"The Red Sea Diving Resort" Movie Review
For his first foray into his brave new post-Avengers world, Chris Evans goes on a based-on-a-true-story mission to rescue Ethiopian Jews in the early 1980s in Gideon Raff’s The Red Sea Diving Resort. The mostly shrug-worthy, paint-by-numbers Netflix film certainly gives a powerful (and largely unknown) story its moment in the sun, but it’s hard to shake the feeling that it could have been so much more (and, in fact, deserved so much more).
Evans stars as Ari Levinson, a composite character based on the group of Mossad agents who helped orchestrate the rescue missions, which continued for several years and safely evacuated thousands of African Jews to Israel. Joining him are the missions are a motley crew of specialists, gathered Mission:Impossible-style by Levinson. Rachel (Haley Bennett) is the hand-to-hand combat expert, Jake (Michiel Huisman) is the fixer, Max (Alex Hassell) is the sniper, and Sammy (Alessandro Nivola) is the medic.
To kick his plan into motion, Ari convinces the Israeli government to lease an abandoned diving resort on the Sudanese coast to use as cover, making it easier to get the refugees onto a tanker that can transport them to Israel. Before they can even launch their first mission, though, a busload of tourists lands at the resort, not knowing it’s just a front. After a slight panic, Ari jumps on the situation, realizing it makes the resort look more legitimate to the corrupt Sudanese Army, which is on the hunt for the Jewish refugees and anyone who helps them.
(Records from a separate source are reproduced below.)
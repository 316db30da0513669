import type { Metadata, Sharp } from 'sharp';
import { wideProfile } from '../../core/colour/matrixProfile.ts';
import { type ColourPlan, planColours } from './colourPlan.ts';
import { whyUndecodable } from './decodeFaults.ts';
import { withCredits } from './exifBlock.ts';
import { FileError } from './fileError.ts';
import { sharp } from './imageLibrary.ts';
import { unlessAborted } from './interruption.ts';
import { turnUpright } from './orientation.ts';
import { creditsOf } from './photoCredits.ts';
import type { PhotoFile } from './photoFile.ts';
import { openPhoto, type PhotoHeader, readHeader } from './photoHeader.ts';
import { throughProfile } from './throughProfile.ts';
import { readTiffExif } from './tiffExif.ts';

type Strictness = 'warning' | 'truncated';

/**
 * Reads a photo: upright, full resolution, the numbers of the file (8 or 16 bits), straight alpha.
 * The embedded profile comes along unchanged; only what is not RGB is converted, and the remarks say so.
 * @throws FileError naming the file, what is wrong with it and what to do
 * @throws the signal's reason when it is aborted
 */
export async function readPhoto(path: string, options: { signal?: AbortSignal } = {}): Promise<PhotoFile> {
  const { signal } = options;
  signal?.throwIfAborted();
  const opened = await openPhoto(path, { wholeFile: true, signal });
  const header = await readHeader(path, opened, signal);
  const colours = planColours(header.metadata);
  const decoded = await decode({ path, source: opened.source, header, colours }, signal);
  const { through } = colours;
  const converted = through ? await throughProfile(path, decoded, through, signal) : decoded;
  const upright = await turnUpright(converted, header.orientation, signal);
  const facts = await factsOf(path, opened.source, header, colours, decoded.remarks);
  return {
    ...facts,
    widthPx: upright.widthPx,
    heightPx: upright.heightPx,
    channels: converted.channels,
    pixels: upright.pixels,
  };
}

/** What travels on to the painted file. */
export async function factsOf(
  path: string,
  source: Buffer | string,
  header: PhotoHeader,
  colours: ColourPlan,
  remarks: string[],
): Promise<Omit<PhotoFile, 'widthPx' | 'heightPx' | 'channels' | 'pixels'>> {
  const { metadata } = header;
  const exif = header.format === 'tiff' ? await readTiffExif(source) : metadata.exif;
  return {
    path,
    format: header.format,
    depth: colours.through ? 16 : header.depth,
    iccProfile: colours.through ? wideProfile() : colours.iccProfile,
    densityPpi: writtenDensity(metadata),
    exif: withCredits(exif && plainBytes(exif), creditsOf(metadata.xmp, metadata.iptc)),
    remarks: [...colours.remarks, ...remarks, ...pageRemarks(metadata)],
  };
}

function pageRemarks(metadata: Metadata): string[] {
  const pages = metadata.pages ?? 1;
  return pages > 1 ? [`The file holds ${pages} pictures: the first one is used.`] : [];
}

/** The library reports 72 where a file says nothing, so 72 counts as unsaid; nothing is printed at 72. */
function writtenDensity(metadata: Metadata): number | undefined {
  return metadata.density && metadata.density !== 72 ? metadata.density : undefined;
}

/** A photo that is about to be decoded. */
export interface PhotoToDecode {
  path: string;
  source: Buffer | string;
  header: PhotoHeader;
  colours: ColourPlan;
}

function pipeline({ source, header, colours }: PhotoToDecode, failOn: Strictness): Sharp {
  const image = sharp(source, {
    failOn,
    limitInputPixels: false, // The header was held against our own limit.
    ignoreIcc: !colours.convert || colours.through !== undefined,
    sequentialRead: true,
  });
  // The amounts of ink as they are in the file.
  if (colours.through?.space === 'CMYK') return image.pipelineColourspace('cmyk').toColourspace('cmyk');
  // Asking for 16-bit output alone silently gives 8-bit values: the working space must be 16-bit too.
  return header.depth === 16 ? image.toColourspace('rgb16') : image;
}

/**
 * Decodes strictly first. A file that only drew warnings is decoded again without minding them, with a remark;
 * one that is cut off, or breaks the decoder, is refused.
 * @param run lets the library decode to wherever the pixels shall go
 */
export async function decodeWith<T>(
  photo: PhotoToDecode,
  run: (image: Sharp) => Promise<T>,
  signal?: AbortSignal,
): Promise<{ result: T; remarks: string[] }> {
  const attempt = (failOn: Strictness) => unlessAborted(run(pipeline(photo, failOn)), signal);
  try {
    return { result: await attempt('warning'), remarks: [] };
  } catch (strictFailure) {
    signal?.throwIfAborted();
    const fault = whyUndecodable(photo.path, strictFailure);
    try {
      const result = await attempt('truncated');
      return { result, remarks: [`The file ${fault.problem}: parts of the picture may look wrong.`] };
    } catch (failure) {
      signal?.throwIfAborted();
      throw whyUndecodable(photo.path, failure);
    }
  }
}

async function decode(photo: PhotoToDecode, signal?: AbortSignal) {
  const { path, header } = photo;
  const { result, remarks } = await decodeWith(
    photo,
    (image) =>
      (header.depth === 16 ? image.raw({ depth: 'ushort' }) : image.raw()).toBuffer({
        resolveWithObject: true,
      }),
    signal,
  );
  const { data, info } = result;
  const channels = paintableChannels(path, info.channels);
  const pixels = header.depth === 16 ? asSamples16(data) : plainBytes(data);
  if (pixels.length !== info.width * info.height * channels)
    throw new FileError(
      path,
      'decodes to a wrong number of samples',
      'Export it again as RGB and open that.',
    );
  return { pixels, widthPx: info.width, heightPx: info.height, channels, remarks };
}

/** @throws FileError where a photo decodes to anything but RGB, with or without alpha */
export function paintableChannels(path: string, channels: number): 3 | 4 {
  if (channels === 3 || channels === 4) return channels;
  throw new FileError(path, `holds ${channels} channels`, 'Export it as an RGB picture and open that.');
}

/** The same memory without Buffer's own methods, which differ from those of a plain array (`slice`). */
function plainBytes(bytes: Uint8Array): Uint8Array {
  return new Uint8Array(bytes.buffer, bytes.byteOffset, bytes.byteLength);
}

function asSamples16(bytes: Buffer): Uint16Array {
  if (bytes.byteOffset % 2 === 0)
    return new Uint16Array(bytes.buffer, bytes.byteOffset, bytes.byteLength / 2);
  return new Uint16Array(new Uint8Array(bytes).buffer);
}
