import type { Sharp } from 'sharp';
import type { CarriedParts } from './carriedParts.ts';
import { exifForPainting } from './exifBlock.ts';
import { FileError } from './fileError.ts';
import { sharp } from './imageLibrary.ts';
import { unlessAborted } from './interruption.ts';
import { jpegLimits, jpegWithParts } from './jpegParts.ts';
import { assertFormatHolds, outputDepth } from './outputFormat.ts';
import type { PictureFile } from './photoFile.ts';
import { pngWithParts } from './pngParts.ts';
import { fileErrorFrom } from './systemErrors.ts';
import { writeTiff } from './tiffWriter.ts';
import { UnfinishedFile } from './unfinishedFile.ts';
import { webpWithParts } from './webpParts.ts';

const defaultQuality = 92;

/** What was written. */
export interface WrittenPicture {
  bytes: number;
  /** What could not be carried along, in plain sentences; usually empty. */
  remarks: string[];
}

/**
 * Writes a picture to a file, whole or not at all: a failure or an abort leaves the folder as it was. Sample
 * values go into the file as they are (JPEG and WebP are lossy); the profile describes them and converts nothing.
 * @throws FileError naming the file, what is wrong and what to do
 * @throws the signal's reason when it is aborted
 */
export async function writePicture(
  path: string,
  picture: PictureFile,
  options: { signal?: AbortSignal } = {},
): Promise<WrittenPicture> {
  const { signal } = options;
  signal?.throwIfAborted();
  requireSoundPicture(picture);
  await assertFormatHolds(path, picture, signal, picture.format);
  const remarks: string[] = [];
  const parts = partsToCarry(picture, remarks);
  // Encoded before the file is begun, so that a temporary file exists only while bytes go into it.
  const pieces = picture.format === 'tiff' ? undefined : await encode(picture, parts, path, signal);
  const file = await UnfinishedFile.begin(path);
  try {
    if (pieces) for (const piece of pieces) await file.append(piece, signal);
    else await writeTiff(file, picture, parts, signal);
    await verify(file.temporaryPath, path, picture, parts);
    signal?.throwIfAborted();
    await file.finish();
    return { bytes: file.bytesWritten, remarks };
  } catch (failure) {
    throw fileErrorFrom(path, failure);
  } finally {
    file.discard();
  }
}

function requireSoundPicture({ widthPx, heightPx, channels, pixels, format }: PictureFile): void {
  const expected = widthPx * heightPx * channels;
  if (pixels.length !== expected || expected === 0)
    throw new RangeError(`Expected ${expected} samples for pixels but received ${pixels.length}`);
  const depth = pixels.BYTES_PER_ELEMENT === 2 ? 16 : 8;
  if (outputDepth(format, depth) !== depth)
    throw new RangeError(`Expected 8-bit pixels for ${format} but received ${depth}-bit ones`);
}

function partsToCarry(picture: PictureFile, remarks: string[]): CarriedParts {
  const parts: CarriedParts = { iccProfile: picture.iccProfile, densityPpi: picture.densityPpi };
  const hasRoomForExif = picture.format !== 'tiff';
  if (picture.exif && hasRoomForExif) {
    parts.exif = exifForPainting(picture.exif, picture);
    if (!parts.exif) remarks.push('The camera data of the photo is damaged and was left out.');
  }
  if (picture.format !== 'jpeg') return parts;
  if (parts.exif && parts.exif.length > jpegLimits.exifBytes) {
    parts.exif = undefined;
    remarks.push('The camera data of the photo is too long for a JPEG and was left out.');
  }
  if (parts.iccProfile && parts.iccProfile.length > jpegLimits.profileBytes) {
    parts.iccProfile = undefined;
    remarks.push('The colour profile is too long for a JPEG and was left out.');
  }
  return parts;
}

/**
 * Compresses pixels alone; profile, density and EXIF are put in afterwards. The library would convert pixels to
 * a profile it is given, and the way round it (a TIFF in memory) costs a copy of the whole picture.
 */
async function encode(
  picture: PictureFile,
  parts: CarriedParts,
  path: string,
  signal?: AbortSignal,
): Promise<Uint8Array[]> {
  const { widthPx, heightPx, channels, pixels } = picture;
  const raw = sharp(pixels, {
    raw: { width: widthPx, height: heightPx, channels },
    limitInputPixels: false,
  });
  let encoded: Uint8Array;
  try {
    encoded = await unlessAborted(compress(raw, picture).toBuffer(), signal);
  } catch (failure) {
    signal?.throwIfAborted();
    const reason = failure instanceof Error ? failure.message.split('\n')[0] : String(failure);
    throw new FileError(
      path,
      `could not be compressed (${reason})`,
      'Choose another format or a smaller size.',
      {
        cause: failure,
      },
    );
  }
  if (picture.format === 'jpeg') return jpegWithParts(encoded, parts);
  if (picture.format === 'png') return pngWithParts(encoded, parts);
  return webpWithParts(encoded, parts, picture);
}

/**
 * Settings chosen by time and size of a smooth picture of 24 megapixels, one thread, sharp 0.35.5 on two shared
 * cores. PNG, 8 bits: level 1 0.6 s 47 MB, level 2 1.1 s 36 MB, level 2 with filters 1.9 s 22 MB, level 6 2.0 s
 * 32 MB. PNG, 16 bits: filters take 6.6 s. WebP: effort 2 1.9 s, effort 4 3.2 s, 5 % smaller.
 */
function compress(raw: Sharp, picture: PictureFile): Sharp {
  const quality = picture.quality ?? defaultQuality;
  if (picture.format === 'jpeg')
    // Optimised Huffman tables save 6 % and take five times as long.
    return raw.removeAlpha().jpeg({ quality, chromaSubsampling: '4:4:4', optimiseCoding: false });
  if (picture.format === 'webp')
    // exact: colours under transparent pixels are kept.
    return raw.webp({ quality, alphaQuality: 100, exact: true, effort: 2 });
  const is16Bit = picture.pixels.BYTES_PER_ELEMENT === 2;
  const image = is16Bit ? raw.toColourspace('rgb16') : raw;
  return image.png({ compressionLevel: 2, adaptiveFiltering: !is16Bit });
}

/** Reads the header back with the library: a file that says something else than asked is not delivered. */
async function verify(
  writtenPath: string,
  path: string,
  picture: PictureFile,
  parts: CarriedParts,
): Promise<void> {
  const found = await sharp(writtenPath, { limitInputPixels: false }).metadata();
  const is16Bit = picture.pixels.BYTES_PER_ELEMENT === 2;
  const faults = [
    found.width === picture.widthPx && found.height === picture.heightPx ? '' : 'size',
    picture.format === 'jpeg' || found.channels === picture.channels ? '' : 'channels',
    found.depth === (is16Bit ? 'ushort' : 'uchar') ? '' : 'bit depth',
    (found.orientation ?? 1) === 1 ? '' : 'orientation',
    sameBytes(found.icc, parts.iccProfile) ? '' : 'colour profile',
  ].filter(Boolean);
  if (faults.length > 0)
    throw new FileError(
      path,
      `the written file has a wrong ${faults.join(', ')}, so it was not kept`,
      'Choose another format and report this photo.',
    );
}

function sameBytes(found: Uint8Array | undefined, asked: Uint8Array | undefined): boolean {
  if (!found || !asked) return !found && !asked;
  return Buffer.compare(found, asked) === 0;
}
From there, Diving Resort starts to go off the deep end (so to speak), playing out like a hybrid mish-mosh of genres, clumsily switching from lighthearted comedy of errors to horrific war story without batting an eye. At one point, Raff cuts from a bright and cheery montage of mission success (set to “Hungry Like the Wolf”, just to top it off) to a brutal massacre scene, and there’s absolutely no sense that it was cut that way for artistic or thematic reasons. It just comes off as an inexplicably clunky bit of directing.
More than that, though, the film largely glosses over the plight of the refugees in the film, instead choosing to focus on the heroes. Sure, helping out the less fortunate is a basic tenet of humanity, and that’s motivation enough, but without a strong sense of who the less fortunate actually are, stories like this always fall flat.
The cast, which also includes Greg Kinnear as a U.S. attache and Ben Kingsley as top Mossad official Ethan Levin, does top-notch work considering the material they’re given. And there are some genuine moments of tension that help the film limp across the finish line. But they’re not nearly enough to keep The Red Sea Diving Resort from being another example of a great story poorly told.